Saved entries
* * * *

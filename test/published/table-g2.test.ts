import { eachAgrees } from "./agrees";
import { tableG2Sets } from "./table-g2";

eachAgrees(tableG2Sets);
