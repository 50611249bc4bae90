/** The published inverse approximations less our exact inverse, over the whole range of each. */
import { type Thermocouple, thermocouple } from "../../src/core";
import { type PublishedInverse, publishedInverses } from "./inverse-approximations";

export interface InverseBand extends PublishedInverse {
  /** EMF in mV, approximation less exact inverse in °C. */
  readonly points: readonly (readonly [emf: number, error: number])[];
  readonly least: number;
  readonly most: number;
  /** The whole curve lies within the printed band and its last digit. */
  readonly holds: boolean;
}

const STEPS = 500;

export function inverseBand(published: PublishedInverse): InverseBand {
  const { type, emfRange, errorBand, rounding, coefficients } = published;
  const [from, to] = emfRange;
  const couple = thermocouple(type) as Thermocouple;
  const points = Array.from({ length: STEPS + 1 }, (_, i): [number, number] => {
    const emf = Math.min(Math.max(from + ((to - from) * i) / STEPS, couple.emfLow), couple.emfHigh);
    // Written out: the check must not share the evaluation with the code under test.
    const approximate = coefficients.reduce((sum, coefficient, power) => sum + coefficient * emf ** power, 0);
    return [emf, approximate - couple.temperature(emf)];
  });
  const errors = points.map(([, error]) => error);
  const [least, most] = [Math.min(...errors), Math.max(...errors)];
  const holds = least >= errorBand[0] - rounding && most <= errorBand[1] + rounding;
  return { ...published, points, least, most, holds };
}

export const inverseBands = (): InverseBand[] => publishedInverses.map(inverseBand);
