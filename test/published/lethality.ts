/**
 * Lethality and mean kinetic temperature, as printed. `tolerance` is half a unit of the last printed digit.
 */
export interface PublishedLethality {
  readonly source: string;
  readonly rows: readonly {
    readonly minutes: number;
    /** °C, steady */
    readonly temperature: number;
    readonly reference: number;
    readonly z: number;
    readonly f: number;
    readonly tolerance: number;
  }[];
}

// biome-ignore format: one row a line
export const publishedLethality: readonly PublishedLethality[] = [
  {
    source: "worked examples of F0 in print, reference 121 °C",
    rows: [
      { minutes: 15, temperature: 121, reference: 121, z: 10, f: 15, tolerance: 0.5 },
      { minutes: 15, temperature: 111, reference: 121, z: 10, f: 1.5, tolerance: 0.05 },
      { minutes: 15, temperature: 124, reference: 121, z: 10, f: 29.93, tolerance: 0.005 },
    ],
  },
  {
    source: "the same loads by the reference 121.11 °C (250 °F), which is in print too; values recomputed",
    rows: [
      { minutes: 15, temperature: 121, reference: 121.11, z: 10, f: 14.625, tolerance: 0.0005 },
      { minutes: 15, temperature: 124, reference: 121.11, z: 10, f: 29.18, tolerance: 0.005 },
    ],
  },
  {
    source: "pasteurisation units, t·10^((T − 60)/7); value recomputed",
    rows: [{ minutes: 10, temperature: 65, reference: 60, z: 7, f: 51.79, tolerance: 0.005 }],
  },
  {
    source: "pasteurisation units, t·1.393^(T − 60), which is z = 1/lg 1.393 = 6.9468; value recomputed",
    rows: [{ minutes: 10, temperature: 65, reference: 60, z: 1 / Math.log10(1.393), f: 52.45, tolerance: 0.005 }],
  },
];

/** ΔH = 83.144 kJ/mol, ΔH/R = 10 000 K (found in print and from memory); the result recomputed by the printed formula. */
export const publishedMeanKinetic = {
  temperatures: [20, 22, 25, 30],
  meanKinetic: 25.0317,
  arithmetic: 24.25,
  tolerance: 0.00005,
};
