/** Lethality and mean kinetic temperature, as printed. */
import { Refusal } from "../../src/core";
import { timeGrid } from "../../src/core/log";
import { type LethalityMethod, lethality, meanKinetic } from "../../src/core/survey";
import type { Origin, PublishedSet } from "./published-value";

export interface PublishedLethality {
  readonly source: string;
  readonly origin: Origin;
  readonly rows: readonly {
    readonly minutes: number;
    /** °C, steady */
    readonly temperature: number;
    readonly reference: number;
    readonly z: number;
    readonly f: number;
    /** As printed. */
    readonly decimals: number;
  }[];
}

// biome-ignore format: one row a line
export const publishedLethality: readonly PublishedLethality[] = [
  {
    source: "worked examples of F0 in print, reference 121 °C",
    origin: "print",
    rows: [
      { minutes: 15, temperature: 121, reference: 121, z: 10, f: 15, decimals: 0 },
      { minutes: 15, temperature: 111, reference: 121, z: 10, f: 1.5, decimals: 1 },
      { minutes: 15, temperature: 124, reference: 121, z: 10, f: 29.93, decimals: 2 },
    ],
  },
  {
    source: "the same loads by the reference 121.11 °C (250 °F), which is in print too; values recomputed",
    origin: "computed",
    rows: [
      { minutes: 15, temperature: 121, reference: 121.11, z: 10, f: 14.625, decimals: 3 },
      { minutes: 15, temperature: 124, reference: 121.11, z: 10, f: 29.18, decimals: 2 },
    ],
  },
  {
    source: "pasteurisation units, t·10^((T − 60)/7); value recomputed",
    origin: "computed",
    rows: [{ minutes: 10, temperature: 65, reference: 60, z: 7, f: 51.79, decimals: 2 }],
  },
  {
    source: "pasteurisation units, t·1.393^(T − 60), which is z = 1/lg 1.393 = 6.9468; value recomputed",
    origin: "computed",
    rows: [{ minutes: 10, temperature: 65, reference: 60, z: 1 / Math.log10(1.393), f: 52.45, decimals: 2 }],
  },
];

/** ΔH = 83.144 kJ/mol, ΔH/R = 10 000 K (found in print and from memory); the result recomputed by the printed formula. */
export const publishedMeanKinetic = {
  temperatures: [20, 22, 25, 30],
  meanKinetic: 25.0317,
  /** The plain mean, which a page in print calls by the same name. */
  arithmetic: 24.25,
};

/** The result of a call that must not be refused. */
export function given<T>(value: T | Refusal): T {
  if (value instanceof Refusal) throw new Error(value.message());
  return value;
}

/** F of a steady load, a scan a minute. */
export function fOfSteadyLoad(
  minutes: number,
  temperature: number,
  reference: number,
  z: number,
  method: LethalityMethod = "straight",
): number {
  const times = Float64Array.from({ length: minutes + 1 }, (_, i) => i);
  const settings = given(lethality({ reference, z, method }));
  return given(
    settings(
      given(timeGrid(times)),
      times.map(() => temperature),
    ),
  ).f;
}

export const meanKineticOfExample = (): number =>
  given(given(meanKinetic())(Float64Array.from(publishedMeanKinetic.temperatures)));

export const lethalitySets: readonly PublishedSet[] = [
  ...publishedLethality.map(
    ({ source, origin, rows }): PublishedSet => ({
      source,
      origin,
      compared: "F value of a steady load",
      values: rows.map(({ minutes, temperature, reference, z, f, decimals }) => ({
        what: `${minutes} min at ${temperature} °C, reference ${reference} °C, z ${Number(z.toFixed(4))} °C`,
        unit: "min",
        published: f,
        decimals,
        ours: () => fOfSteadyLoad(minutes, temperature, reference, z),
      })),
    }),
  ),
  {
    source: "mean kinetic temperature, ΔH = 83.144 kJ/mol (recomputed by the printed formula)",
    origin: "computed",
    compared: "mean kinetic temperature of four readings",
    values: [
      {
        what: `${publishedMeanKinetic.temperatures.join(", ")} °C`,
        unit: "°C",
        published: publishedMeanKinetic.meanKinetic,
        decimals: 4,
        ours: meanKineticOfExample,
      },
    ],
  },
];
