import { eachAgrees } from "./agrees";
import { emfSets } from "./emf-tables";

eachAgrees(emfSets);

* * * *

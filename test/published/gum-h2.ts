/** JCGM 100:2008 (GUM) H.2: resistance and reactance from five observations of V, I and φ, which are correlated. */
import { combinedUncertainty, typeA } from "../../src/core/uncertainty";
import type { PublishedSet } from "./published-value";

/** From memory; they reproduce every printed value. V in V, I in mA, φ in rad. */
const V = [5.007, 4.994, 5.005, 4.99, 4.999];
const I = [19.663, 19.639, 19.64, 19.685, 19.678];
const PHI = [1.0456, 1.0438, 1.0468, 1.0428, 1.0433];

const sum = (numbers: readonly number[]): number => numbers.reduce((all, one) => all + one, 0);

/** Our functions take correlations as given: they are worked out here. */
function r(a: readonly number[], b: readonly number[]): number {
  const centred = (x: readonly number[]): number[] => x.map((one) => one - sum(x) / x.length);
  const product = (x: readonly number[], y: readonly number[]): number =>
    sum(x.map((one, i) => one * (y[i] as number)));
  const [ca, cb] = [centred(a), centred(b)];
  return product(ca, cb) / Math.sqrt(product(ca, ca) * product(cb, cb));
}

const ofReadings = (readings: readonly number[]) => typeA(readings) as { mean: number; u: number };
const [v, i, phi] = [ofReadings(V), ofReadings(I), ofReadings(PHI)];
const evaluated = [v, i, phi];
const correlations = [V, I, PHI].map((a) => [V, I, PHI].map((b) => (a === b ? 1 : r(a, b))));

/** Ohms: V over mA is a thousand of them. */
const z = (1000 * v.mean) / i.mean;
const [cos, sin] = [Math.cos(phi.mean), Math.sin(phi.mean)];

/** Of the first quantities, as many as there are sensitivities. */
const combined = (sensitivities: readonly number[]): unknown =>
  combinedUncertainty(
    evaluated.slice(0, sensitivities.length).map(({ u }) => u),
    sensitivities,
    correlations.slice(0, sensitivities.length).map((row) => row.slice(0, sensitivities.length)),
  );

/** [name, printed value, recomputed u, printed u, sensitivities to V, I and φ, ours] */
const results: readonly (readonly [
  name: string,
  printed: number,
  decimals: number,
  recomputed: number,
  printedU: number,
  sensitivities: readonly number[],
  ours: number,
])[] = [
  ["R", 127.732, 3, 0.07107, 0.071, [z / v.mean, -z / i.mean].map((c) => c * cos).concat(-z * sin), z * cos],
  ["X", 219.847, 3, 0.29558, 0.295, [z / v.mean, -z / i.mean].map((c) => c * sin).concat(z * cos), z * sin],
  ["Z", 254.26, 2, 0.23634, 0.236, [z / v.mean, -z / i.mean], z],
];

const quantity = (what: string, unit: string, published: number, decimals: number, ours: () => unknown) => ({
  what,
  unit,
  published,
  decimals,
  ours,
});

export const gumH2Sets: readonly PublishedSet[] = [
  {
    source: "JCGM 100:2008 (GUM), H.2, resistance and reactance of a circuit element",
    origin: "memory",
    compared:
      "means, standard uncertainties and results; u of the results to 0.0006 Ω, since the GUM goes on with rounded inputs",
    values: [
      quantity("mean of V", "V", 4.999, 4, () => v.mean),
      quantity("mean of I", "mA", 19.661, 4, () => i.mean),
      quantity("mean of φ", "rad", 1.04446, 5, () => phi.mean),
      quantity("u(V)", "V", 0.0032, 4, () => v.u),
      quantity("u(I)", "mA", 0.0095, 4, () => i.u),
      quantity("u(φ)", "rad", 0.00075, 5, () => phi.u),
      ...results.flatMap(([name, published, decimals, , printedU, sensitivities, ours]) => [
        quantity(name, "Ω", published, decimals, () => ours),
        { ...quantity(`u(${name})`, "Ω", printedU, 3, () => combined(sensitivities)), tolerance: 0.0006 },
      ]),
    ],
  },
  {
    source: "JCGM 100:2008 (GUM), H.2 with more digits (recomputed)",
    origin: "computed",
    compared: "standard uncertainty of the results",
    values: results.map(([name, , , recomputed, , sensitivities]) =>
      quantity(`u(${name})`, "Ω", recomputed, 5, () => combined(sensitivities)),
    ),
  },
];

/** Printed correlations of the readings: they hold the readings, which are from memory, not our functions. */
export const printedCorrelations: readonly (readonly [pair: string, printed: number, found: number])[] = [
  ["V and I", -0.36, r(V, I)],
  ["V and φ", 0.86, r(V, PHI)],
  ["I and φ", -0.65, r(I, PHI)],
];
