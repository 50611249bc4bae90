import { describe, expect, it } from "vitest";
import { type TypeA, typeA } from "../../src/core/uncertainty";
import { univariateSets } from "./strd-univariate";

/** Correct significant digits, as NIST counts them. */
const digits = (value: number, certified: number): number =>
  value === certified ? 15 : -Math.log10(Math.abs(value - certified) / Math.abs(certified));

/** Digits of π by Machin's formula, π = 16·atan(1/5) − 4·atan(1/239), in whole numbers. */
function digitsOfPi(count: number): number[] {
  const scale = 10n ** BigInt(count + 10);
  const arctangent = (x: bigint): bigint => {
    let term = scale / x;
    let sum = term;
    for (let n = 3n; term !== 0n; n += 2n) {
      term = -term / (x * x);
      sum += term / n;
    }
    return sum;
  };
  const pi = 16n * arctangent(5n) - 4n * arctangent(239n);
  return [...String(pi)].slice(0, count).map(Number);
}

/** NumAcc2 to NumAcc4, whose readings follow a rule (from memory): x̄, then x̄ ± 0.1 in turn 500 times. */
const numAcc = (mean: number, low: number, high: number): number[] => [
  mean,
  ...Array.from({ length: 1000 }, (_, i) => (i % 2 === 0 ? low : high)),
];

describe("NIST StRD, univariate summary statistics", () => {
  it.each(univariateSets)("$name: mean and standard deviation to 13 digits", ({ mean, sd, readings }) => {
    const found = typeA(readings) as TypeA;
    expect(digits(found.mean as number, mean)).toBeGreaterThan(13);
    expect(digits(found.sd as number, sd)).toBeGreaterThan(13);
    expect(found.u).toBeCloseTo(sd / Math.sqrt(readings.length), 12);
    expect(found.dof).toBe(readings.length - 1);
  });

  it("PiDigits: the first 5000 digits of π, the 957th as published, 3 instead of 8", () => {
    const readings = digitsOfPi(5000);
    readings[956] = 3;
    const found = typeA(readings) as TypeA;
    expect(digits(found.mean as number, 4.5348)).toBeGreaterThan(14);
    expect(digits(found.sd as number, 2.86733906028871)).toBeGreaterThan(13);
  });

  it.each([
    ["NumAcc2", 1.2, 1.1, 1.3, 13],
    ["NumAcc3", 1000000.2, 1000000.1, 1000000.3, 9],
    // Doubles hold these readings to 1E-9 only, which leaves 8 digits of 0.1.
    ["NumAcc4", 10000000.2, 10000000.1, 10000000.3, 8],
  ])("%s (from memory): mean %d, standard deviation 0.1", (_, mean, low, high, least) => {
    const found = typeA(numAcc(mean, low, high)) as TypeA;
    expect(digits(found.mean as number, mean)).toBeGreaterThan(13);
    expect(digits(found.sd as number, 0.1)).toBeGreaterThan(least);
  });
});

* * * *

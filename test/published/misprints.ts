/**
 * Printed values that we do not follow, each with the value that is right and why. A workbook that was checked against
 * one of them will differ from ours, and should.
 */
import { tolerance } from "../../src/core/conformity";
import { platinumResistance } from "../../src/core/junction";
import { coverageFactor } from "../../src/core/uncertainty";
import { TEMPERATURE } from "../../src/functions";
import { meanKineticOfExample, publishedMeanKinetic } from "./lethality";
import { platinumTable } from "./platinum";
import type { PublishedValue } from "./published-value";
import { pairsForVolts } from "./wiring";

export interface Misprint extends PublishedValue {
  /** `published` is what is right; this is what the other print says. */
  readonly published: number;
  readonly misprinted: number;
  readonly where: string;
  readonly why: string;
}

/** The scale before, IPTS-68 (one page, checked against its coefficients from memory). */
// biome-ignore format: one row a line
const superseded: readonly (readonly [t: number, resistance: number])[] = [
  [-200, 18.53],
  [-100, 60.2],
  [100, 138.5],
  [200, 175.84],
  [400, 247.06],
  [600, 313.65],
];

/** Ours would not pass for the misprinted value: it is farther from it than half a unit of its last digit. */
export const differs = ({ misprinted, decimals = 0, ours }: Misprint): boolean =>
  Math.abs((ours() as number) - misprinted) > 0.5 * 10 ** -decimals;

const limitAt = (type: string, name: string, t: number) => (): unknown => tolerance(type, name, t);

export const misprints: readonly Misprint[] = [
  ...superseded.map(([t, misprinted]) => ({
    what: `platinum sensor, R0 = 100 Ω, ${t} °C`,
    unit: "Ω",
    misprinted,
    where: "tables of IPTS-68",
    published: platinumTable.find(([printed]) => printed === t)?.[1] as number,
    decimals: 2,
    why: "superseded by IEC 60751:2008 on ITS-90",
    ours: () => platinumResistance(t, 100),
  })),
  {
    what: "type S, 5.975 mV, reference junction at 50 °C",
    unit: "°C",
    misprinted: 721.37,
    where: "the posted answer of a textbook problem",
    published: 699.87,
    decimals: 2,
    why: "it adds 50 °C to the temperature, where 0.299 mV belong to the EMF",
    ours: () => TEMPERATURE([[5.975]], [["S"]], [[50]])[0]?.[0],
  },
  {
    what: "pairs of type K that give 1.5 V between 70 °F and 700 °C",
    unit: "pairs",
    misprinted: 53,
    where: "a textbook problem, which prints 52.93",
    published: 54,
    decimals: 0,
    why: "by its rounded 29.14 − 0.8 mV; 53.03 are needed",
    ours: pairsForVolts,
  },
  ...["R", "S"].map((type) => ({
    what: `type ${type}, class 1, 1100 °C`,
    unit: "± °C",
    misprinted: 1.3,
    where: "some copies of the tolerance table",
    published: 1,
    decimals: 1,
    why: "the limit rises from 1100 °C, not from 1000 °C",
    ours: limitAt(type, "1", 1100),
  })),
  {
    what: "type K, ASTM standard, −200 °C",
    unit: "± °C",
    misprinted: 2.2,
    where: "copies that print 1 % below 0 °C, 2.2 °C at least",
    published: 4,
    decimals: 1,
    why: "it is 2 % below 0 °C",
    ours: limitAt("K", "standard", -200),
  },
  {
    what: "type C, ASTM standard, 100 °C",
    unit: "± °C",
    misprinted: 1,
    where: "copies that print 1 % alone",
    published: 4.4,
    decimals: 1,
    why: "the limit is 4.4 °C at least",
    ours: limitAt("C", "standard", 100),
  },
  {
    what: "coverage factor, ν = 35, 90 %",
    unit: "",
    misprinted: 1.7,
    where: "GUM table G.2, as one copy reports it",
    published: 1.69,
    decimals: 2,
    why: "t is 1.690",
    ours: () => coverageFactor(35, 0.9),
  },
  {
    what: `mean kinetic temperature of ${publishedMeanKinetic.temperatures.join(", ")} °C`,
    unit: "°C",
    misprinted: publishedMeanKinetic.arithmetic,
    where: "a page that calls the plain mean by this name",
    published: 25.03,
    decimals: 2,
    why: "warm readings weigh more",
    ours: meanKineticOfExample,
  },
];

* * * *

Exercise objective: Look above for the line containing "filename test/published/table-g2.test.ts". Output from there through the line containing "type Thermocouple, thermocouple", exactly and inclusively.

Written response:
filename test/published/table-g2.test.ts
import { eachAgrees } from "./agrees";
import { tableG2Sets } from "./table-g2";

eachAgrees(tableG2Sets);
repository 50611249bc4bae90
/** The published inverse approximations less our exact inverse, over the whole range of each. */
import { type Thermocouple, thermocouple } from "../../src/core";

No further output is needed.